The man said to be Sterling appears placated by the woman's meeting Matt Kemp, a baseball star, when she says he is of mixed race, “lighter and whiter” than she is.
He then suggests racism against blacks is a global reality and cannot be changed: “It's the world. You go to Israel, the blacks are just treated like dogs.”
Asked if black Jews were apparently worth less than white Jews, the male voice says: “100%, 50, 100%.”
NBA promises investigation
The NBA commissioner, Adam Silver, promised that an “extraordinarily” swift investigation would confirm the authenticity of the recording and that he would interview both Sterling and the woman in the recording.

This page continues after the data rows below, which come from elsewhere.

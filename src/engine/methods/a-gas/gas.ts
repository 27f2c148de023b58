/* Method a.gas: required effective area for gas or vapour, critical and subcritical. */
import { type Method } from '../../catalog/types';
import { type SheetBuilder, texNumber, workSheet } from '../../sheet';
import { GAS_INPUTS, input, optional, output, RELIEVING_INPUTS } from '../common/describe';
import { letterStep } from '../common/letter-step';
import { absolutePressure, barometer, relievingAbsolute, shownPressure } from '../common/pressures';
import { SYSTEM_UNITS, type System, systemOf } from '../common/system';
import { criticalArea, criticalRatio, gasC, gasF2, GAS_FORMS, type GasFlow, subcriticalArea } from './flow';

const CLAUSE = 'API 520-1, sizing for gas or vapour relief';

/** Reads what the sheet needs, in the units of its system; refuses what cannot flow. */
function readGas(sheet: SheetBuilder, system: System): GasFlow {
  const u = SYSTEM_UNITS[system];
  const W = sheet.number('W', u.W, { above: 0 });
  const T = sheet.number('T', u.T, { above: 0 });
  const Z = sheet.number('Z', '-', { above: 0 });
  const M = sheet.number('M', u.M, { above: 0 });
  const k = sheet.number('k', '-', { min: 1 });
  const P1 = relievingAbsolute(sheet, system);
  const P2 = sheet.has('P2')
    ? absolutePressure(sheet, 'P2', 'P_2', system)
    : sheet.keep('P2', barometer(sheet, system), 'P_2');
  if (P2 >= P1) {
    const relation = P2 === P1 ? 'equals' : 'is below';
    sheet.refuse(
      'NO_FLOW',
      'P2',
      `Relieving pressure ${shownPressure(sheet, 'P1', P1, u.P)} ${relation} the back pressure ${shownPressure(sheet, 'P2', P2, u.P)}: nothing can flow.`,
    );
  }
  const factor = (name: string, tex: string, fallback: number) =>
    sheet.number(name, '-', { above: 0, max: 1, fallback }, tex);
  return {
    W,
    T,
    Z,
    M,
    k,
    P1,
    P2,
    Kd: factor('Kd', 'K_d', 0.975),
    Kb: factor('Kb', 'K_b', 1),
    Kc: factor('Kc', 'K_c', 1),
  };
}

/** The critical pressure and the regime it means. */
function regimeStep(sheet: SheetBuilder, gas: GasFlow, system: System): boolean {
  const u = SYSTEM_UNITS[system];
  const pressure = sheet.step(
    {
      key: 'Pcf',
      tex: 'P_{cf}',
      meaning: 'critical flow pressure',
      value: criticalRatio(gas.k) * gas.P1,
      unit: u.P,
      clause: CLAUSE,
    },
    (v) => `${v('P1')} \\left(\\frac{2}{${v('k')}+1}\\right)^{${v('k')}/(${v('k')}-1)}`,
  );
  const critical = gas.P2 <= pressure;
  sheet.output('critical_pressure', pressure, u.P);
  sheet.output('regime', critical ? 'critical' : 'subcritical');
  sheet.say({
    symbol: '\\text{regime}',
    meaning: 'flow regime at the nozzle',
    value: critical ? 'critical' : 'subcritical',
    tex: `P_2 = ${texNumber(gas.P2)} ${critical ? '\\le' : '>'} P_{cf} = ${texNumber(pressure)}`,
    clause: CLAUSE,
  });
  return critical;
}

function criticalSteps(sheet: SheetBuilder, gas: GasFlow, system: System): number {
  const u = SYSTEM_UNITS[system];
  const C = gasC(gas.k, system);
  sheet.keep('c', GAS_FORMS[system].c, texNumber(GAS_FORMS[system].c));
  sheet.step(
    {
      key: 'C',
      meaning: 'coefficient of the ratio of specific heats',
      value: C,
      unit: u.C,
      clause: CLAUSE,
      memory: true,
    },
    (v) => `${v('c')} \\sqrt{${v('k')} \\left(\\frac{2}{${v('k')}+1}\\right)^{(${v('k')}+1)/(${v('k')}-1)}}`,
  );
  sheet.output('C', C, u.C);
  return sheet.step(
    {
      key: 'A',
      meaning: 'required effective area',
      value: criticalArea(gas, system),
      unit: u.A,
      clause: CLAUSE,
    },
    (v) =>
      `\\frac{${v('W')}}{${v('C')} \\cdot ${v('Kd')} \\cdot ${v('P1')} \\cdot ${v('Kb')} \\cdot ${v('Kc')}} \\sqrt{\\frac{${v('T')} \\cdot ${v('Z')}}{${v('M')}}}`,
  );
}

function subcriticalSteps(sheet: SheetBuilder, gas: GasFlow, system: System): number {
  const u = SYSTEM_UNITS[system];
  const r = sheet.step(
    {
      key: 'r',
      meaning: 'ratio of back pressure to relieving pressure',
      value: gas.P2 / gas.P1,
      unit: '-',
      clause: CLAUSE,
    },
    (v) => `\\frac{${v('P2')}}{${v('P1')}}`,
  );
  const F2 = sheet.step(
    {
      key: 'F2',
      tex: 'F_2',
      meaning: 'coefficient of subcritical flow',
      value: gasF2(gas.k, r),
      unit: '-',
      clause: CLAUSE,
    },
    (v) =>
      `\\sqrt{\\frac{${v('k')}}{${v('k')}-1} \\, ${v('r')}^{2/${v('k')}} \\, \\frac{1-${v('r')}^{(${v('k')}-1)/${v('k')}}}{1-${v('r')}}}`,
  );
  sheet.output('F2', F2);
  const front = system === 'SI' ? (w: string) => `17.9 \\cdot ${w}` : (w: string) => w;
  const under = system === 'SI' ? '' : '735 \\cdot ';
  return sheet.step(
    {
      key: 'A',
      meaning: 'required effective area',
      value: subcriticalArea(gas, system),
      unit: u.A,
      clause: CLAUSE,
      memory: true,
    },
    (v) =>
      `\\frac{${front(v('W'))}}{${under}${v('F2')} \\cdot ${v('Kd')} \\cdot ${v('Kc')}} \\sqrt{\\frac{${v('T')} \\cdot ${v('Z')}}{${v('M')} \\cdot ${v('P1')} \\cdot (${v('P1')} - ${v('P2')})}}`,
  );
}

/** Warnings about inputs that leave the range in which the equations are good. */
function warnGas(sheet: SheetBuilder, gas: GasFlow): void {
  if (gas.Z < 0.8 || gas.Z > 1.1)
    sheet.warn(
      'Z_OUTSIDE_RANGE',
      `Z = ${gas.Z} is outside 0.8 to 1.1: the ideal-gas nozzle may be wrong; use real-gas properties.`,
      '0.8 to 1.1',
    );
}

/** a.gas: required effective area of a gas or vapour by API 520-1. */
export const GAS: Method = {
  id: 'a.gas',
  version: 1,
  topic: 'a.gas',
  title: 'Gas or vapour: required effective area',
  editions: ['API 520-1, 7th to 10th edition'],
  source:
    'API Standard 520 Part I, equations for critical and subcritical gas or vapour flow; constants from memory',
  validity:
    'Ideal-gas nozzle with inlet Z and ideal-gas k; Z from 0.8 to 1.1; a balanced valve takes its Kb with the critical equation.',
  inputs: [
    input('W', 'required relief load', 'mass-flow', { rangeKey: 'reliefLoad' }),
    ...GAS_INPUTS,
    ...RELIEVING_INPUTS,
    optional('P2', 'total back pressure (the barometric pressure when not given)', 'pressure-absolute'),
    optional('Kd', 'effective coefficient of discharge (0.975 when not given)', 'dimensionless', {
      rangeKey: 'kdGas',
    }),
    optional('Kb', 'back-pressure factor of a balanced valve (1 when not given)', 'dimensionless', {
      rangeKey: 'kb',
    }),
    optional('Kc', 'combination factor with a rupture disk (1 when not given)', 'dimensionless', {
      rangeKey: 'kc',
    }),
    optional(
      'balanced',
      'whether the valve is balanced, so that Kb and the critical equation apply in every regime',
    ),
  ],
  outputs: [
    output('P1', 'relieving pressure', 'pressure-absolute'),
    output('critical_pressure', 'critical flow pressure', 'pressure-absolute'),
    output('regime', 'critical or subcritical'),
    output('C', 'coefficient C', 'gas-constant-c'),
    output('F2', 'coefficient of subcritical flow', 'dimensionless'),
    output('A_required', 'required effective area', 'area'),
    output('orifice_letter', 'smallest sufficient letter'),
    output('orifice_effective_area', 'its effective area', 'area'),
  ],
  work(inputs, edition) {
    return workSheet(this, inputs, edition, (sheet) => {
      const system = systemOf(inputs, ['W', 'P1', 'set_pressure']);
      const balanced = sheet.flag('balanced', false);
      const gas = readGas(sheet, system);
      warnGas(sheet, gas);
      const critical = regimeStep(sheet, gas, system);
      if (!critical && gas.Kb < 1 && !balanced)
        sheet.refuse(
          'KB_TWICE',
          'Kb',
          'Kb belongs to a balanced valve. A conventional valve in subcritical flow takes F2 from the back pressure; set Kb to 1, or say that the valve is balanced.',
        );
      const area =
        critical || balanced ? criticalSteps(sheet, gas, system) : subcriticalSteps(sheet, gas, system);
      sheet.output('A_required', area, SYSTEM_UNITS[system].A);
      letterStep(sheet, area, system);
    });
  },
};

"We do hope to have this wrapped up in the next few days," he said.
In Malaysia Obama, speaking at a press conference alongside Malaysian prime minister Najib Razak, said vestiges of discrimination endured in the US. “We've made enormous strides, but you're going to continue to see this percolate up every so often,” he said.
The president urged the NBA to “do the right thing”.
Senator Bob Corker, a Republican from Tennessee, echoed the president. “It's just outrageous that in 2014 comments like these are being made,” he said. “The president's remarks were appropriate.”
Even before the Sterling furore, racism had landed back on the political agenda. Republicans who had supported Nevada rancher Cliven Bundy in his recent face-off with federal authorities condemned him after he said black people might be “better off as slaves, picking cotton”.
Days earlier, the supreme court upheld a ban on affirmative action policies that favour minority students, a ruling that racial equality campaigners called a significant setback for the civil rights movement.